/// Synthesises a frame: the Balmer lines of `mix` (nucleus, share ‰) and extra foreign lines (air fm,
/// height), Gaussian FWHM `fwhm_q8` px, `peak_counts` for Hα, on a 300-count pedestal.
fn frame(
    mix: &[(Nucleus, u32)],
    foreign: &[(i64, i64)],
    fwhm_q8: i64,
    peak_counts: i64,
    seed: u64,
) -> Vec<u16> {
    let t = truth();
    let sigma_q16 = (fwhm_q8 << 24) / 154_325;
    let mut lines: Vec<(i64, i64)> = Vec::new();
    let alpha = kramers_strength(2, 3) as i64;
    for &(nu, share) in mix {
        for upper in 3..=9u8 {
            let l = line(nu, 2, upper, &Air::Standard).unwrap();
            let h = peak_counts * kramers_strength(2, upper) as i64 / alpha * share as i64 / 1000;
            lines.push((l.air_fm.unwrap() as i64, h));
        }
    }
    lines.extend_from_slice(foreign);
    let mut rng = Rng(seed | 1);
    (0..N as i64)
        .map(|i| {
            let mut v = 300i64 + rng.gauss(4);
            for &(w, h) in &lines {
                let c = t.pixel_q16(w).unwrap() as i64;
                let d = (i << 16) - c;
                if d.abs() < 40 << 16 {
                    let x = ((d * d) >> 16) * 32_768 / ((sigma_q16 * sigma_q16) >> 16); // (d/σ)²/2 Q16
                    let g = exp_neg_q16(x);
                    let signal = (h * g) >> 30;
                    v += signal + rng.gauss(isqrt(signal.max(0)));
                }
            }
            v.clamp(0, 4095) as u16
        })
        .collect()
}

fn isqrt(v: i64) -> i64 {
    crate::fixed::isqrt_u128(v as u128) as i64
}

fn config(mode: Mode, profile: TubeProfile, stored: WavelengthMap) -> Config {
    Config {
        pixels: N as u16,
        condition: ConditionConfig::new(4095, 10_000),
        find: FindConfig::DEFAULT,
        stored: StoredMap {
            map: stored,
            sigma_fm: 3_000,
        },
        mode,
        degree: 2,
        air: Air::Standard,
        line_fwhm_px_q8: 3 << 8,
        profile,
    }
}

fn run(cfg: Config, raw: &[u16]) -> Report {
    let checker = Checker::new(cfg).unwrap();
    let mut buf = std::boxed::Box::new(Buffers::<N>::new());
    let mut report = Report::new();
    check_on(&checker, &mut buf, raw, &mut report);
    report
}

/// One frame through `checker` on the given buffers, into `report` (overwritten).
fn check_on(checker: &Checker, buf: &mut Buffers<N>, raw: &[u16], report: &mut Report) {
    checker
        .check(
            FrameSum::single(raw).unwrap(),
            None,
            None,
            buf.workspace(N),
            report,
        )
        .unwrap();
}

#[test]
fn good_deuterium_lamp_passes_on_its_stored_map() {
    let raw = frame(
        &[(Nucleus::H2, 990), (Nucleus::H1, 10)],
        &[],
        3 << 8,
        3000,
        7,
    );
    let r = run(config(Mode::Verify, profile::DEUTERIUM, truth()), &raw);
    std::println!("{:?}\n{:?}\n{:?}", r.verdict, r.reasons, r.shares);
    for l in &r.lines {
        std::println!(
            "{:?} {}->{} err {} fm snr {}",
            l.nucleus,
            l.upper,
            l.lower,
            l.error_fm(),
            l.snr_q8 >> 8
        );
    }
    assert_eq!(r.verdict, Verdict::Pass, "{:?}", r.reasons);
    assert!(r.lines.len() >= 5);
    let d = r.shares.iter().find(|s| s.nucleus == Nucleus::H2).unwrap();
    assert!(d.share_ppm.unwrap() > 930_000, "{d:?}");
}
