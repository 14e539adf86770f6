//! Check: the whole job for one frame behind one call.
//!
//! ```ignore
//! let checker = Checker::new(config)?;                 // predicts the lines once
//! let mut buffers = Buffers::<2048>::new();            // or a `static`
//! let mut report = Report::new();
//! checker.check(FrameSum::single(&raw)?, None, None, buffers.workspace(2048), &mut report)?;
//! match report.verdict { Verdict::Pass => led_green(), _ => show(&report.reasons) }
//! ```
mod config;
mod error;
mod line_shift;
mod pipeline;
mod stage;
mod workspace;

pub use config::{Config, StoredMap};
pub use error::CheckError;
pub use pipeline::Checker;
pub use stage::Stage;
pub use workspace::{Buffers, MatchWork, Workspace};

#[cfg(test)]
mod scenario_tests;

Problem statement:
Write only the number of lines in the listing that include "FrameSum".

Output for this exercise:
2